Break the initial velocity Vo into its x and y components. Recall that in the x direction (Vox) = Vo cos (theta). If theta = 60 degrees and Vo = 40 m/s then Vox = (40 m/s) cos (60 degrees). Vox = 40 m/s (.5) or Vox = 20 m/s. In the y direction Voy = Vo sin (theta). From the example, this yields Voy = (40 m/s) sin (60 degrees) or Voy = 40 m/s (.866) or Voy = 34.64 m/s.
Find the time it takes for the projectile to reach its maximum height. Recall the basic motion equation in the y direction, V2y = Voy - gt where V2y = velocity in the y direction at the top of the trajectory = 0, Voy = initial velocity in the y direction, g = acceleration due to gravity (9.8 m/s^2), and t = time in seconds. Solve the basic equation for t and plug in given values.
V2y = Voy - gt
V2y - Voy = - gt
(V2y - Voy) /-g = t
0 - 34.64 m/s/ (-9.8 m/s^2) = t
3.53 s = t
Calculate the maximum height, the value of y at this time. Recall the equation
y = yo + Voy (t) - (1/2)g(t)^2 where yo = initial displacement in the y direction = 0
y = yo + Voy (t) - (1/2)g(t)^2
y = 0 + Voy (t) - (1/2)g(t)^2
y = Voy (t) - (1/2)g(t)^2
y = 34.64 m/s(3.53s) - (1/2) (9.8)m/s^2 (3.53s)^2
y = 122.28m - 61.06 m
y = 61.22 m
Determine the total time (T) from launch to landing. With no air resistance, the projectile will spend equal time rising and falling. Once the time to reach maximum height has been calculated it is a matter of simply doubling it to find the total time. T = 2t. For example if t = 3.53 s then the total time T = 2 (t) or T = 2 (3.53s). T = 7.06s.

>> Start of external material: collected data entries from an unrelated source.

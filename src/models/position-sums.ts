import type { MemoryBound } from './memory-bound.ts';
import type { Halving } from './symbol-runs.ts';
import { SymbolSums } from './symbol-sums.ts';

/** Upper bound of the bytes that a symbol of the alphabet takes, marked counts included. */
const BYTES_A_SYMBOL = 33;

/**
 * Counts of the empty context at each position of a record, made when a position is first met.
 *
 * Memory: up to 33 bytes for each symbol of the alphabet and position met.
 */
export class PositionSums {
  readonly #alphabetSize: number;
  readonly #halving: Halving;
  readonly #memory: MemoryBound;
  readonly #sums: (SymbolSums | undefined)[];
  /** Positions met since the last mark or restore. */
  readonly #met: Uint32Array;
  readonly #isMet: Uint8Array;
  #metCount = 0;
  #isMarked = false;

  /** @param positions  N ≥ 1 */
  constructor(alphabetSize: number, positions: number, halving: Halving, memory: MemoryBound) {
    this.#alphabetSize = alphabetSize;
    this.#halving = halving;
    this.#memory = memory;
    this.#sums = new Array(positions).fill(undefined);
    this.#met = new Uint32Array(positions);
    this.#isMet = new Uint8Array(positions);
  }

  /** A copy that shares nothing and is not marked. */
  clone(memory: MemoryBound): PositionSums {
    const copy = new PositionSums(this.#alphabetSize, this.#sums.length, this.#halving, memory);
    this.#sums.forEach((sums, position) => {
      if (sums === undefined) return;
      memory.claim(BYTES_A_SYMBOL * this.#alphabetSize);
      copy.#sums[position] = sums.clone();
    });
    return copy;
  }

  /** The counts at a position; ask anew after {@link restore}, so that what changes is known. */
  at(position: number): SymbolSums {
    if (this.#isMet[position] === 0) {
      this.#isMet[position] = 1;
      this.#met[this.#metCount++] = position;
    }
    return this.#sums[position] ?? this.#add(position);
  }

  /** Positions met since the beginning. */
  get count(): number {
    return this.#sums.filter((sums) => sums !== undefined).length;
  }

  /** Makes the present counts the ones that {@link restore} returns to. */
  mark(): void {
    for (const sums of this.#sums) sums?.mark();
    this.#isMarked = true;
    this.#forgetMet();
  }

  /** Back to the marked counts; cost by what changed since. */
  restore(): void {
    for (let i = 0; i < this.#metCount; i++) this.#sums[this.#met[i]]!.restore();
    this.#forgetMet();
  }

  #add(position: number): SymbolSums {
    this.#memory.claim(BYTES_A_SYMBOL * this.#alphabetSize);
    const sums = new SymbolSums(this.#alphabetSize, this.#halving);
    // What is met after the mark was empty when marked.
    if (this.#isMarked) sums.mark();
    this.#sums[position] = sums;
    return sums;
  }

  #forgetMet(): void {
    for (let i = 0; i < this.#metCount; i++) this.#isMet[this.#met[i]] = 0;
    this.#metCount = 0;
  }
}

Define and calculate the range (R) of the trajectory. Range refers to the displacement in the x direction. To calculate R recall the basic displacement equation, R = (Vox) T. Also recall that the velocity in the x direction does not change. Plug the values for Vox and total time T into the equation and solve. For example:
R = Vox (T)
R = 20 m/s (7.06s)
R = 141.2 m